Collected data entries:

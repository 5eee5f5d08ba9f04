"""Generate dustkit's demo data: the invented Veyra Field.

Everything here is invented: the field, its dust clouds, its clusters and the targets.
No real object or catalogue is used. The parameters are documented in README.md beside
this script; change them here and run

    python data_demo/make_demo.py

to rewrite the demo files in data_demo/ and their packaged copies in dustkit/data/
(the ``dustkit demo`` command reads the packaged copies, so it works from any install).
The output is deterministic (fixed random seed).
"""

import json
import sys
from pathlib import Path

import numpy as np
from astropy import units as u
from astropy.coordinates import SkyCoord
from astropy.table import Table

from dustkit.simulate import Cloud, DustField, simulate_tracers

HERE = Path(__file__).resolve().parent
PACKAGE_DATA = HERE.parent / "dustkit" / "data"

CATALOGUE = "veyra_clusters.csv"
TARGETS = "veyra_targets.csv"
FIELD = "veyra_field.json"
MEMBERS = "veyra_members.csv"
MEMBERS_TRUTH = "veyra_members_truth.json"

SEED = 2026
N_CLUSTERS = 400
L_RANGE = (20.0, 80.0)    # deg
B_RANGE = (-10.0, 10.0)   # deg
DISTANCE_RANGE = (100.0, 4000.0)  # pc
CLUSTER_SCALE_HEIGHT = 80.0  # pc, of the clusters' own disc
DISTANCE_FRAC_ERR = (0.08, 0.15)
EBV_ERR = (0.02, 0.05)  # mag
RV = 3.1

#: The invented dust: an exponential layer plus five named clouds.
LAYER = {"a0": 1.1, "h": 115.0, "z_sun": 18.0}  # mag/kpc, pc, pc
CLOUDS = {  # name: (l deg, b deg, distance pc, angular sigma deg, depth sigma pc, A_V through centre mag)
    "Veyra Veil": (32.0, 2.0, 450.0, 3.0, 25.0, 1.4),
    "Ashen Knot": (47.0, -3.5, 900.0, 2.5, 40.0, 1.0),
    "Long Shadow": (58.0, 1.0, 1600.0, 4.0, 60.0, 1.8),
    "Tamsin Cloud": (69.0, 4.5, 700.0, 2.0, 30.0, 0.8),
    "Far Drift": (75.0, -1.5, 2400.0, 3.5, 80.0, 1.2),
}

#: Deliberately bad rows (cluster number -> what is wrong), so the demo shows rejected rows.
BAD_ROWS = {
    57: "E(B-V) missing",
    123: "latitude typed as 95.2 (|b| > 90)",
    208: "distance given as -1 (a placeholder for unknown)",
    311: "distance written as text '~1200'",
}


def dust_field():
    """The invented Veyra Field as a :class:`dustkit.simulate.DustField`."""
    return DustField(
        a0=LAYER["a0"], h=LAYER["h"], z_sun=LAYER["z_sun"],
        clouds=tuple(Cloud(*p) for p in CLOUDS.values()),
    )


def make_catalogue(field):
    sim = simulate_tracers(
        field, N_CLUSTERS, l_range=L_RANGE, b_range=B_RANGE,
        distance_min=DISTANCE_RANGE[0], distance_max=DISTANCE_RANGE[1],
        scale_height=CLUSTER_SCALE_HEIGHT, distance_frac_err=DISTANCE_FRAC_ERR,
        ebv_err=EBV_ERR, rv=RV, name_prefix="Veyra", rng=SEED,
    )
    rng = np.random.default_rng(SEED + 1)
    t = Table()
    t["cluster"] = sim["name"]
    t["GLON"] = np.round(np.asarray(sim["l"]), 4)
    t["GLAT"] = np.round(np.asarray(sim["b"]), 4)
    dist = np.round(np.asarray(sim["distance"])).astype(int).astype(str)
    t["e_dist_pc"] = np.round(np.asarray(sim["distance_err"])).astype(int)
    t["E(B-V)"] = np.round(np.asarray(sim["ebv"]), 3).astype(str)
    t["e_E(B-V)"] = np.round(np.asarray(sim["ebv_err"]), 3)
    t["n_members"] = rng.integers(12, 400, len(t))
    dist = dist.astype("U8")
    ebv = np.asarray(t["E(B-V)"]).astype("U8")
    glat = np.asarray(t["GLAT"], float)
    ebv[57 - 1] = ""
    glat[123 - 1] = 95.2
    dist[208 - 1] = "-1"
    dist[311 - 1] = "~1200"
    t["GLAT"] = glat
    t["E(B-V)"] = ebv
    t.add_column(dist, name="dist_pc", index=3)
    return t, sim


#: Invented clusters with member photometry (name: l deg, b deg, distance pc, photometry).
#: Their E(B-V) is the invented field's A_V to that distance / R_V.
MEMBER_CLUSTERS = {
    "Veyra Lantern": (31.0, 1.5, 700.0, "UBV"),
    "Veyra Quill": (46.5, -3.0, 1300.0, "UBV"),
    "Veyra Harrow": (57.0, 0.5, 2100.0, "UBV"),
    "Veyra Sable": (33.5, 2.5, 350.0, "Gaia+2MASS"),
    "Veyra Tessel": (59.0, 1.8, 1200.0, "Gaia+2MASS"),
    "Veyra Corrie": (69.5, 4.0, 1000.0, "Gaia+2MASS"),
}
MEMBERS_PER_CLUSTER = 60
_GAIA_COLUMNS = {"G": "Gmag", "BP": "BPmag", "RP": "RPmag", "J": "Jmag", "Ks": "Ksmag"}


def make_members(field):
    """Invented member photometry (with 30% binaries and 30% field stars) of MEMBER_CLUSTERS."""
    from dustkit.clusters import simulate_members

    rng = np.random.default_rng(SEED + 3)
    tables, truth = [], {}
    for name, (l, b, d, system) in MEMBER_CLUSTERS.items():
        av = float(field.av(np.array([l]), np.array([b]), np.array([d]))[0])
        ebv = round(av / RV, 3)
        mu0 = 5 * np.log10(d) - 5
        bands = ("U", "B", "V") if system == "UBV" else ("G", "BP", "RP", "J", "Ks")
        t = simulate_members(MEMBERS_PER_CLUSTER, ebv, mu0, bands=bands, rv=RV, l=l, b=b, rng=rng,
                             parallax_error=None if system == "UBV" else 0.04,
                             n_evolved=3 if system == "UBV" else 0)
        out = Table()
        out["cluster"] = [name] * len(t)
        out["l"], out["b"] = t["l"], t["b"]
        for band in ("U", "B", "V", "G", "BP", "RP", "J", "Ks"):
            col = band if band in ("U", "B", "V") else _GAIA_COLUMNS[band]
            if band in bands:
                out[col] = t[band]
                out[f"e_{col}"] = t[f"e_{band}"]
            else:
                out[col] = np.full(len(t), np.nan)
                out[f"e_{col}"] = np.full(len(t), np.nan)
        if "parallax" in t.colnames:
            # the catalogue's parallaxes are too small by an invented zero point of 0.017 mas
            out["parallax"] = np.round(t["parallax"] - 0.017, 4)
            out["parallax_error"] = t["parallax_error"]
        else:
            out["parallax"] = np.full(len(t), np.nan)
            out["parallax_error"] = np.full(len(t), np.nan)
        tables.append(out)
        truth[name] = {"l": l, "b": b, "distance": d, "mu0": round(float(mu0), 4), "ebv": ebv, "photometry": system,
                       "n_rows": len(t), "n_true_members": int(np.count_nonzero(t["true_member"]))}
    from astropy.table import vstack

    members = vstack(tables, metadata_conflicts="silent")
    members.meta = {}
    return members, truth


def make_targets(field):
    rng = np.random.default_rng(SEED + 2)
    n = 20
    l = rng.uniform(L_RANGE[0] + 2, L_RANGE[1] - 2, n)
    b = rng.uniform(-6.0, 6.0, n)
    # two targets deliberately outside the clusters' field: the model falls back to the layer there
    l[-2], b[-2] = 110.0, 3.0
    l[-1], b[-1] = 40.0, 35.0
    d_kpc = np.round(rng.uniform(0.3, 3.5, n), 2)
    c = SkyCoord(l=l * u.deg, b=b * u.deg, frame="galactic").icrs
    t = Table()
    t["target"] = [f"VF-T{i + 1:02d}" for i in range(n)]
    t["ra"] = np.round(c.ra.deg, 5)
    t["dec"] = np.round(c.dec.deg, 5)
    dist = d_kpc.astype(str).astype("U8")
    dist[6] = ""  # one target without a distance: its extinction columns stay empty
    t["dist_kpc"] = dist
    t["priority"] = rng.choice(["high", "normal", "low"], n)
    return t, d_kpc


def main(out_dirs=(HERE, PACKAGE_DATA)):
    field = dust_field()
    cat, _ = make_catalogue(field)
    targets, _ = make_targets(field)
    info = {
        "description": "The Veyra Field: an invented dust field for dustkit's demo. Not a real region.",
        "layer": LAYER,
        "clouds": {k: dict(zip(("l", "b", "distance", "radius", "depth", "av"), v)) for k, v in CLOUDS.items()},
        "units": {"a0": "mag/kpc", "h": "pc", "z_sun": "pc", "l": "deg", "b": "deg", "distance": "pc",
                  "radius": "deg", "depth": "pc", "av": "mag"},
        "rv": RV,
        "seed": SEED,
    }
    members, members_truth = make_members(field)
    members_info = {
        "description": "Invented clusters of the Veyra Field with member photometry (dustkit demo). Not real objects.",
        "clusters": members_truth,
        "units": {"l": "deg", "b": "deg", "distance": "pc", "mu0": "mag", "ebv": "mag"},
        "binary_fraction": 0.3, "field_fraction": 0.3, "parallax_zero_point_mas": -0.017, "rv": RV,
    }
    for folder in out_dirs:
        folder = Path(folder)
        folder.mkdir(parents=True, exist_ok=True)
        cat.write(folder / CATALOGUE, format="ascii.csv", overwrite=True)
        targets.write(folder / TARGETS, format="ascii.csv", overwrite=True)
        (folder / FIELD).write_text(json.dumps(info, indent=1) + "\n")
        members.write(folder / MEMBERS, format="ascii.csv", overwrite=True)
        (folder / MEMBERS_TRUTH).write_text(json.dumps(members_info, indent=1) + "\n")
        print(f"wrote {folder / CATALOGUE} ({len(cat)} clusters), {folder / TARGETS} ({len(targets)} targets), "
              f"{folder / FIELD}")


if __name__ == "__main__":
    main(sys.argv[1:] or (HERE, PACKAGE_DATA))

=== What the task requires ===
Your answer must consist solely of the lines above between the line holding "#: Invented clusters" and the line holding "member photometry (with", inclusive, copied exactly.

=== Task result ===
#: Invented clusters with member photometry (name: l deg, b deg, distance pc, photometry).
#: Their E(B-V) is the invented field's A_V to that distance / R_V.
MEMBER_CLUSTERS = {
    "Veyra Lantern": (31.0, 1.5, 700.0, "UBV"),
    "Veyra Quill": (46.5, -3.0, 1300.0, "UBV"),
    "Veyra Harrow": (57.0, 0.5, 2100.0, "UBV"),
    "Veyra Sable": (33.5, 2.5, 350.0, "Gaia+2MASS"),
    "Veyra Tessel": (59.0, 1.8, 1200.0, "Gaia+2MASS"),
    "Veyra Corrie": (69.5, 4.0, 1000.0, "Gaia+2MASS"),
}
MEMBERS_PER_CLUSTER = 60
_GAIA_COLUMNS = {"G": "Gmag", "BP": "BPmag", "RP": "RPmag", "J": "Jmag", "Ks": "Ksmag"}


def make_members(field):
    """Invented member photometry (with 30% binaries and 30% field stars) of MEMBER_CLUSTERS."""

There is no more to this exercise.